» **Task to carry out**: Determine how many lines below contain the string "setTimeout" and give that number without anything else.

» **Task input**:
++++++++++

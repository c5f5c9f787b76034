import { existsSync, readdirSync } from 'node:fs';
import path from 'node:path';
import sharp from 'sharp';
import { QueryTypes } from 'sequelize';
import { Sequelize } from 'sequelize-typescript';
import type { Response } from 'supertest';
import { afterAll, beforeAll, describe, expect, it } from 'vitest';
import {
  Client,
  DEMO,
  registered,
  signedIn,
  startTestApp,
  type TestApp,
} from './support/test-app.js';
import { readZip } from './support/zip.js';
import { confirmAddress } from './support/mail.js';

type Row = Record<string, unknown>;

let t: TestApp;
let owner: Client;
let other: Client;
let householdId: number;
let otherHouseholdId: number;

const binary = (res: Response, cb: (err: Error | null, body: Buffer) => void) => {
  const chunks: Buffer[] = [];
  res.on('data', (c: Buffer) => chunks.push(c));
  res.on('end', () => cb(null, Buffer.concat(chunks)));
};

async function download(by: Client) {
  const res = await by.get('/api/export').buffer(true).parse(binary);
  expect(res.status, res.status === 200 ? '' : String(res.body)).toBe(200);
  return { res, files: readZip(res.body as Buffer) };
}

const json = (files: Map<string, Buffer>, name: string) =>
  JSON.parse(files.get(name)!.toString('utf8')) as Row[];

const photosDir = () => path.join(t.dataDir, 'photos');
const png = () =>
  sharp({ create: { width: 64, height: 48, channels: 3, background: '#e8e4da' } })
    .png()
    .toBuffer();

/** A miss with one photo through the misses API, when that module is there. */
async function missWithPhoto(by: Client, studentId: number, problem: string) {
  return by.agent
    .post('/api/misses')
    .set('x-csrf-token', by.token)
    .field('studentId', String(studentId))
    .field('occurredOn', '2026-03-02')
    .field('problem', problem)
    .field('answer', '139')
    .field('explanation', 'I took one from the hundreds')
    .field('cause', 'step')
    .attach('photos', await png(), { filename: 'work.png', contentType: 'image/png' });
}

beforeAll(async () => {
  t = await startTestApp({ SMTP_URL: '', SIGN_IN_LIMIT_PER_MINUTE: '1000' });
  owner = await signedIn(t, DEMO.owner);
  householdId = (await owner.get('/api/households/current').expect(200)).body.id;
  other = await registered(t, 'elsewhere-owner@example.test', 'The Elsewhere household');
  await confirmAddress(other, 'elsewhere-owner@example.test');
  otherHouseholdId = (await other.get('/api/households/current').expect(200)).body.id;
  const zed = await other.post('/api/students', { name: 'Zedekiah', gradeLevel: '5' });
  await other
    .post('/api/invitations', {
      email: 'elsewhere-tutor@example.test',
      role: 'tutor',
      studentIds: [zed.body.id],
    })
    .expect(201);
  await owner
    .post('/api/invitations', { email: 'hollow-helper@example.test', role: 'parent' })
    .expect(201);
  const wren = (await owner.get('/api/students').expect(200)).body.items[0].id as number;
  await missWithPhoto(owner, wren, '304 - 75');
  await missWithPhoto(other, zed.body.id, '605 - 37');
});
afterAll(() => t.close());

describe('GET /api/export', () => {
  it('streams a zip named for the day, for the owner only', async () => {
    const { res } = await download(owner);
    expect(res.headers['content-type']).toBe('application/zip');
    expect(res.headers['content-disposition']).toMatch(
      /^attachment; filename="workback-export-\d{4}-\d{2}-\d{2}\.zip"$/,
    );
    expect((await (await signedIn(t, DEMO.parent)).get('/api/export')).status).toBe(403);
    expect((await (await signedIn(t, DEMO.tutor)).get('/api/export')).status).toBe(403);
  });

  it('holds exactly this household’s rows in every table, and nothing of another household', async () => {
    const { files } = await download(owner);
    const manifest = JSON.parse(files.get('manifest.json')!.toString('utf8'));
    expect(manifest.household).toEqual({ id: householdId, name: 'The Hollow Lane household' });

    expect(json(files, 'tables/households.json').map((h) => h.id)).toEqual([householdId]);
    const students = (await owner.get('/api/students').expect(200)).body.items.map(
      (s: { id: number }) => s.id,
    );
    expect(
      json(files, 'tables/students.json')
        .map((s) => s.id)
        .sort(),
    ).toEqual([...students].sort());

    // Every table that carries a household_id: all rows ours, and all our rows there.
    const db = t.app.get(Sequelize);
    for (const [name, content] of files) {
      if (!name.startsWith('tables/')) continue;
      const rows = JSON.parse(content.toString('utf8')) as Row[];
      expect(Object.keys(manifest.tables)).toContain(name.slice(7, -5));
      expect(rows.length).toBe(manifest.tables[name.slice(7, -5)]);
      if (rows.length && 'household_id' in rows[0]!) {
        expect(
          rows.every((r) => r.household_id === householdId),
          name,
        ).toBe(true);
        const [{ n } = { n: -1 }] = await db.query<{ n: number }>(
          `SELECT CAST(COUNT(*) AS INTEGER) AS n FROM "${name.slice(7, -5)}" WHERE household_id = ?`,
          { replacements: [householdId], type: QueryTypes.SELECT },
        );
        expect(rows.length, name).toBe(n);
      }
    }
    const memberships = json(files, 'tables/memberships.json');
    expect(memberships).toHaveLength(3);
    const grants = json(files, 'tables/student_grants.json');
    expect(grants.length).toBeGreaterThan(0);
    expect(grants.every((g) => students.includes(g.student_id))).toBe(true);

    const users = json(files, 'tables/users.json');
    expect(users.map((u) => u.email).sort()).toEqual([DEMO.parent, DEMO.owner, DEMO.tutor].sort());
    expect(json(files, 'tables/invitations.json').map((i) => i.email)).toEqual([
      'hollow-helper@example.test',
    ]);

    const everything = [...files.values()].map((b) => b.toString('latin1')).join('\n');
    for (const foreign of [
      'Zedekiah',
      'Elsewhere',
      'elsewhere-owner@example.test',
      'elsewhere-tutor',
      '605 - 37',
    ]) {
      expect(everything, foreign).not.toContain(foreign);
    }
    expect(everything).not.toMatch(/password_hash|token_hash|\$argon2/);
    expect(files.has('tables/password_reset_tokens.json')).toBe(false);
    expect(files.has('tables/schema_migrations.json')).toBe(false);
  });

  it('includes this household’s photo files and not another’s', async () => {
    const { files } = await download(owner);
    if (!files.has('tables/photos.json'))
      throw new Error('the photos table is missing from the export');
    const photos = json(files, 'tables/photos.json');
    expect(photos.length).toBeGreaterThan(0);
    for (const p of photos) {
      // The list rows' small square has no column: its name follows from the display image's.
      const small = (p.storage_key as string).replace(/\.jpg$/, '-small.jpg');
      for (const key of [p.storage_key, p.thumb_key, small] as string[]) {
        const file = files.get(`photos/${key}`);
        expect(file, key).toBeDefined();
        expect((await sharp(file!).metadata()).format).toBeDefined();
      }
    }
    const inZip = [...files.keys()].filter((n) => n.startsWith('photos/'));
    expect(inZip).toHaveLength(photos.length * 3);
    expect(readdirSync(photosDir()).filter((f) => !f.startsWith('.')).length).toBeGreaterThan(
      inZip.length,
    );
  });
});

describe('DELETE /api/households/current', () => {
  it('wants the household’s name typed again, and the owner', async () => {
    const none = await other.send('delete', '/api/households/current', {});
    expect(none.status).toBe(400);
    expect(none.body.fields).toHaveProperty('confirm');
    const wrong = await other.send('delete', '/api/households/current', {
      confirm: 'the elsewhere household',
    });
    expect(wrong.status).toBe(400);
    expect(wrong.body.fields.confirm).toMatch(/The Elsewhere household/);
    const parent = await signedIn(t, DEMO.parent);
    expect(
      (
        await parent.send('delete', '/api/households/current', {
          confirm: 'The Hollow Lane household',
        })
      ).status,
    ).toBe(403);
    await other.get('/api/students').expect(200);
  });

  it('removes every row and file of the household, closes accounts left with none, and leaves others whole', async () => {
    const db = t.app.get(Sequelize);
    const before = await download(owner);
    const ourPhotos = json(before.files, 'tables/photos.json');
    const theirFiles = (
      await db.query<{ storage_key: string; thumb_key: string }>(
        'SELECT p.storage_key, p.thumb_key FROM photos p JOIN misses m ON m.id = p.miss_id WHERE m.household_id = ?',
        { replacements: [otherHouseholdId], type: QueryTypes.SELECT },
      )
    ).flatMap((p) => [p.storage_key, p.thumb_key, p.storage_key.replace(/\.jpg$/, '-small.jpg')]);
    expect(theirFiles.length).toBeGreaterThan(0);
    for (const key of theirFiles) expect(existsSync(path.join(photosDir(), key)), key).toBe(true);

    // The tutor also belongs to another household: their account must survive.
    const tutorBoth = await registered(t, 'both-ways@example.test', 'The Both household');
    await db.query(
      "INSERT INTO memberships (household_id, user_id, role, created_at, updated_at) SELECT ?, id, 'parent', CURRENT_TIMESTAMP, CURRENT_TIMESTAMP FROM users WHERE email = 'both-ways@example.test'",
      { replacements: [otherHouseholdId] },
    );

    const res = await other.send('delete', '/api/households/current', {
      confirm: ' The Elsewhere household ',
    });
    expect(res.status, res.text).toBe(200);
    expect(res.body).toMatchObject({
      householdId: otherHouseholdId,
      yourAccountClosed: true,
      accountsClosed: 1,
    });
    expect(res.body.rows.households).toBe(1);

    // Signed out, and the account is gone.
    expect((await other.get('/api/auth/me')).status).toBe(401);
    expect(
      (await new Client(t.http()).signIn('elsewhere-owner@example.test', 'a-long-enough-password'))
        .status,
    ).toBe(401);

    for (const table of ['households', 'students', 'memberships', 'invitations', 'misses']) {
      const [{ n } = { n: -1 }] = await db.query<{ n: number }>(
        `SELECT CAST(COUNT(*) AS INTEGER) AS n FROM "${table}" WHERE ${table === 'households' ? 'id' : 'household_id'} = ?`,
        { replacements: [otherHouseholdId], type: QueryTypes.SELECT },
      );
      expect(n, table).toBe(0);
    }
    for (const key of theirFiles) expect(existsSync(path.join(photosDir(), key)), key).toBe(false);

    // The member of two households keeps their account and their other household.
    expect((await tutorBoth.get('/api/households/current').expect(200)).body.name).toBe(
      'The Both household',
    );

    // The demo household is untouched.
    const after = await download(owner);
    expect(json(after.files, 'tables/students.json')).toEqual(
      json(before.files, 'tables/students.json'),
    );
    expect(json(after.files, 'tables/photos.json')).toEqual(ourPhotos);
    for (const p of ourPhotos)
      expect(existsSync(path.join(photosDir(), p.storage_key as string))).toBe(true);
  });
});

++++++++++

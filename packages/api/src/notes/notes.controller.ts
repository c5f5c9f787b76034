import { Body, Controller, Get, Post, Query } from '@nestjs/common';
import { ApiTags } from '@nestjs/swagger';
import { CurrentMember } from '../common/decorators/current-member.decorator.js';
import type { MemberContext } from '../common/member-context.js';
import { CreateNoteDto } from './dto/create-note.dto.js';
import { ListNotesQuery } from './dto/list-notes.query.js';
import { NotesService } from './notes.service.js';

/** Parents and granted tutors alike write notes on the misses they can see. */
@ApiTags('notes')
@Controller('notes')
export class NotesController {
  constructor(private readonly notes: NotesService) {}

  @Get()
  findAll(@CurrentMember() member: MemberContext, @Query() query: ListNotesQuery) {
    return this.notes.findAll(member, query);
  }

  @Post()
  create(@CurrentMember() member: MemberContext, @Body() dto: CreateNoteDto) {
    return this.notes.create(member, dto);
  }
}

++++++++++

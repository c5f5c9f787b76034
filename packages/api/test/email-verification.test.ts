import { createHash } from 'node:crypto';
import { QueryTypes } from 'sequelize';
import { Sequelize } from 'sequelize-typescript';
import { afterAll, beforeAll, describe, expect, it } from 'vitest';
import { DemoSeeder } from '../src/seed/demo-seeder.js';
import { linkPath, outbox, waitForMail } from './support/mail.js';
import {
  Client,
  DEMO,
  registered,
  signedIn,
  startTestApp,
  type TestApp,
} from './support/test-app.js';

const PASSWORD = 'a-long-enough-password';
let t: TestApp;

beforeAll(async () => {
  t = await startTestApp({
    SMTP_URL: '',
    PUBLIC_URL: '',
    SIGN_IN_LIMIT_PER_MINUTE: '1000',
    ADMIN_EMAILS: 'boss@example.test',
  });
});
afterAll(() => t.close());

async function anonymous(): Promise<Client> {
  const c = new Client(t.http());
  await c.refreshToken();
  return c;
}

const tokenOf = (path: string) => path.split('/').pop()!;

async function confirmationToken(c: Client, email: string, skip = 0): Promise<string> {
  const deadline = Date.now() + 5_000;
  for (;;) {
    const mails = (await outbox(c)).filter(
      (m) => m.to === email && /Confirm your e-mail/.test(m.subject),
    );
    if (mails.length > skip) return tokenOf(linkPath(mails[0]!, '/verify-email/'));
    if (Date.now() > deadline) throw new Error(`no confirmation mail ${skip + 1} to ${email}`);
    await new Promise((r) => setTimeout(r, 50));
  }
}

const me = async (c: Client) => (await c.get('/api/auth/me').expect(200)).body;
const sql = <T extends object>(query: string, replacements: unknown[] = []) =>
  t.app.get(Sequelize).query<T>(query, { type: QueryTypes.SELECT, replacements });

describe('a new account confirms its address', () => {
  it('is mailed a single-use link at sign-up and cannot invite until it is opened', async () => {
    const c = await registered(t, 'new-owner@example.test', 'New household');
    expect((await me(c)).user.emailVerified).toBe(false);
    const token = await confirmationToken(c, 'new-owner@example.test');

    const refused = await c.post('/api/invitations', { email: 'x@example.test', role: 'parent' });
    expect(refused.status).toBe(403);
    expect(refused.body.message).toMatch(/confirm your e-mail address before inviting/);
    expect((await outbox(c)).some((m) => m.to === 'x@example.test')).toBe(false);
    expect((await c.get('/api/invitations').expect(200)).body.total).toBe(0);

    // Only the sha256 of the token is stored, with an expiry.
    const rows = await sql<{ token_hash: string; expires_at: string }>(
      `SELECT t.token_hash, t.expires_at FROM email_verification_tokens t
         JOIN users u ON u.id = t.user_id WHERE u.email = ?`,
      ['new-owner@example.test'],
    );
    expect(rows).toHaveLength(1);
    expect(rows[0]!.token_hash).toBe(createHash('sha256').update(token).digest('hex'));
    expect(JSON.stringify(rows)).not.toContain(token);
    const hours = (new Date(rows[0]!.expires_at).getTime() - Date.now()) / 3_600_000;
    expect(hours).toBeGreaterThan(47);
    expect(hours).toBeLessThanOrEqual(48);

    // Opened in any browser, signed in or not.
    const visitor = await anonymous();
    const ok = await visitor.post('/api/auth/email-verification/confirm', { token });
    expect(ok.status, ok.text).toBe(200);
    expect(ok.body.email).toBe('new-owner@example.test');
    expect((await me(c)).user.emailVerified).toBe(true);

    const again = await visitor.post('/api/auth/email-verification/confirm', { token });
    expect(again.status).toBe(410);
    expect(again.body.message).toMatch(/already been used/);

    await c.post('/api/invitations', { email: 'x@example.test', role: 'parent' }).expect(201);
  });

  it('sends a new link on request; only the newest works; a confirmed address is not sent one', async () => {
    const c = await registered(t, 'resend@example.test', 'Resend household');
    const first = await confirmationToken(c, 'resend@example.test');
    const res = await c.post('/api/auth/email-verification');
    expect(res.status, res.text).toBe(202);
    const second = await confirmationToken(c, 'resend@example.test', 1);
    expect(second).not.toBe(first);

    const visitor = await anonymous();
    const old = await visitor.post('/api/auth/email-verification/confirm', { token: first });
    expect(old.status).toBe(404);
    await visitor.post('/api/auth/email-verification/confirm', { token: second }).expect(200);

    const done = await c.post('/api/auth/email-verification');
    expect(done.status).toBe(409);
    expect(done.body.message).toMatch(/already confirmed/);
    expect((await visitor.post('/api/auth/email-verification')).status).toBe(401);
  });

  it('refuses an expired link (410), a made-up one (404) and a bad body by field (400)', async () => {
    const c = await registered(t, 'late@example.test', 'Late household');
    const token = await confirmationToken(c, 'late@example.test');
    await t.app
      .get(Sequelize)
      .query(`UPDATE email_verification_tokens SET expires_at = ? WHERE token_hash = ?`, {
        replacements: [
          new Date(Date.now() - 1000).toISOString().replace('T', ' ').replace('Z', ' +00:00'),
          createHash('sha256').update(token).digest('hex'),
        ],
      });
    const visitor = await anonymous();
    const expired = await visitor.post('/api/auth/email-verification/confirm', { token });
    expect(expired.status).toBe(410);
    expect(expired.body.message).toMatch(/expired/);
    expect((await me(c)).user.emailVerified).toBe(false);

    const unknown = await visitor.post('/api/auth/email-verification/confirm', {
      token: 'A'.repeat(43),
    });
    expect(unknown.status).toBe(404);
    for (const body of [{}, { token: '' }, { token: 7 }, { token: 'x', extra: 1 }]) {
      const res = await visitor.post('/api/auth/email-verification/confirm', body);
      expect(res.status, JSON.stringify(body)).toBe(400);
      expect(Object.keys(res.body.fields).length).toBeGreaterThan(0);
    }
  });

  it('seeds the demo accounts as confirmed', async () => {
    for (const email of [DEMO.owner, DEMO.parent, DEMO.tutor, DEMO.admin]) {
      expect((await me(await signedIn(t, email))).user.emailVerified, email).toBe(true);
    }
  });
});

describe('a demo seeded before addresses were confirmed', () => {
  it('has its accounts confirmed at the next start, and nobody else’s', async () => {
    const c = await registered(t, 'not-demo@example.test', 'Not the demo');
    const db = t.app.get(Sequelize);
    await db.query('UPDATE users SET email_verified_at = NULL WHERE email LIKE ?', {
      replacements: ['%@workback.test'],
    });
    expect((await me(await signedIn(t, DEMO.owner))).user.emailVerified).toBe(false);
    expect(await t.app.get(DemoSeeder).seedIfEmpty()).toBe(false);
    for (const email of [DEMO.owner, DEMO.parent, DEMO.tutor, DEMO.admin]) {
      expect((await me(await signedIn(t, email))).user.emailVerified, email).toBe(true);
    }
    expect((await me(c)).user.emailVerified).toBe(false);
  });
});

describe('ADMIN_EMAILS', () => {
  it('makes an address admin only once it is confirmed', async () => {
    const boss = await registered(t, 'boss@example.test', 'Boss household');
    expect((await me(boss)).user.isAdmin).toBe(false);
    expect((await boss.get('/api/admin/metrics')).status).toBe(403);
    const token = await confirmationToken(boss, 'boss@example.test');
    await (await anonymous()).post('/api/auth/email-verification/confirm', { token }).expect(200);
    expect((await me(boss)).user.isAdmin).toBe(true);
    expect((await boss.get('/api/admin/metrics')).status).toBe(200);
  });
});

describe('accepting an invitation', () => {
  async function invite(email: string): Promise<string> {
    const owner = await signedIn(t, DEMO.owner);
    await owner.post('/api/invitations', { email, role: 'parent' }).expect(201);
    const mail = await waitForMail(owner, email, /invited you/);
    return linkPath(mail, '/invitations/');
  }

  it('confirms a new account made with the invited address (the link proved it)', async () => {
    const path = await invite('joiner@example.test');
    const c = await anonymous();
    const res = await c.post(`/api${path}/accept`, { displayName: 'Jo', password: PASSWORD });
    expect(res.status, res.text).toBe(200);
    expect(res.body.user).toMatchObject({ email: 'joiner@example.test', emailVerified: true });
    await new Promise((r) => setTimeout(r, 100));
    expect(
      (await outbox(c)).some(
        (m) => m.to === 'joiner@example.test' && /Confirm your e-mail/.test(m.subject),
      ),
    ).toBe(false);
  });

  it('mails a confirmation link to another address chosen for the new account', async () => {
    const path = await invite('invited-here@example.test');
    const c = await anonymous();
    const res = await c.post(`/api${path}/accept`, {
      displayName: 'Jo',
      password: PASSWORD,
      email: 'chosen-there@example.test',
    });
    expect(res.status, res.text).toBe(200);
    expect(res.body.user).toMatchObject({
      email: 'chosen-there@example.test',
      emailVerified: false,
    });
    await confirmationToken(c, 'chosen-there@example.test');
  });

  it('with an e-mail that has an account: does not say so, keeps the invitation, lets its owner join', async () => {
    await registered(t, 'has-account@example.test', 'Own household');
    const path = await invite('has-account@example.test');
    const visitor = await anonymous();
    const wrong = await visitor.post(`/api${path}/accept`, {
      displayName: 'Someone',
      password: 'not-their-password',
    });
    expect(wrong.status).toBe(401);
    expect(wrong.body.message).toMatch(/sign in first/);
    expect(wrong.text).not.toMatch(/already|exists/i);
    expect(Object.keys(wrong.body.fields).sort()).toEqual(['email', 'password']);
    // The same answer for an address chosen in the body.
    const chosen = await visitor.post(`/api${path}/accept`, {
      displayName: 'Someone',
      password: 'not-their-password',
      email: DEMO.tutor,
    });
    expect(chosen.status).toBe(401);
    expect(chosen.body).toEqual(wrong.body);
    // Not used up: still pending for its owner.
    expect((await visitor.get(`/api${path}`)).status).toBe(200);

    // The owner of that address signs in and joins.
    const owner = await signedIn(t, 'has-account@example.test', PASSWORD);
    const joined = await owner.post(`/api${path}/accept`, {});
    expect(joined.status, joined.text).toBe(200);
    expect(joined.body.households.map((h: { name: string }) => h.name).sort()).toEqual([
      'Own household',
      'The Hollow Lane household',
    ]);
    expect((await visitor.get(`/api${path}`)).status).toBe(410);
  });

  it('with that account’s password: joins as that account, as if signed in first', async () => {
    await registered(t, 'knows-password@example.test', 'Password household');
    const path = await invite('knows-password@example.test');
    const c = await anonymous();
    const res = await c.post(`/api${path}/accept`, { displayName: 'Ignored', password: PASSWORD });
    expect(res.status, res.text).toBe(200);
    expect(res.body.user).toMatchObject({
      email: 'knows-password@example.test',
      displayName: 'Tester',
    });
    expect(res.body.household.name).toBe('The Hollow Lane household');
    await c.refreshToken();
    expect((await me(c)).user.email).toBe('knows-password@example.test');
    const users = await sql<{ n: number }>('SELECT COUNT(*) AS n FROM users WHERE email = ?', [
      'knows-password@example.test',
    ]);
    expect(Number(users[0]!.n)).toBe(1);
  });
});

++++++++++

» **Answer space**: 2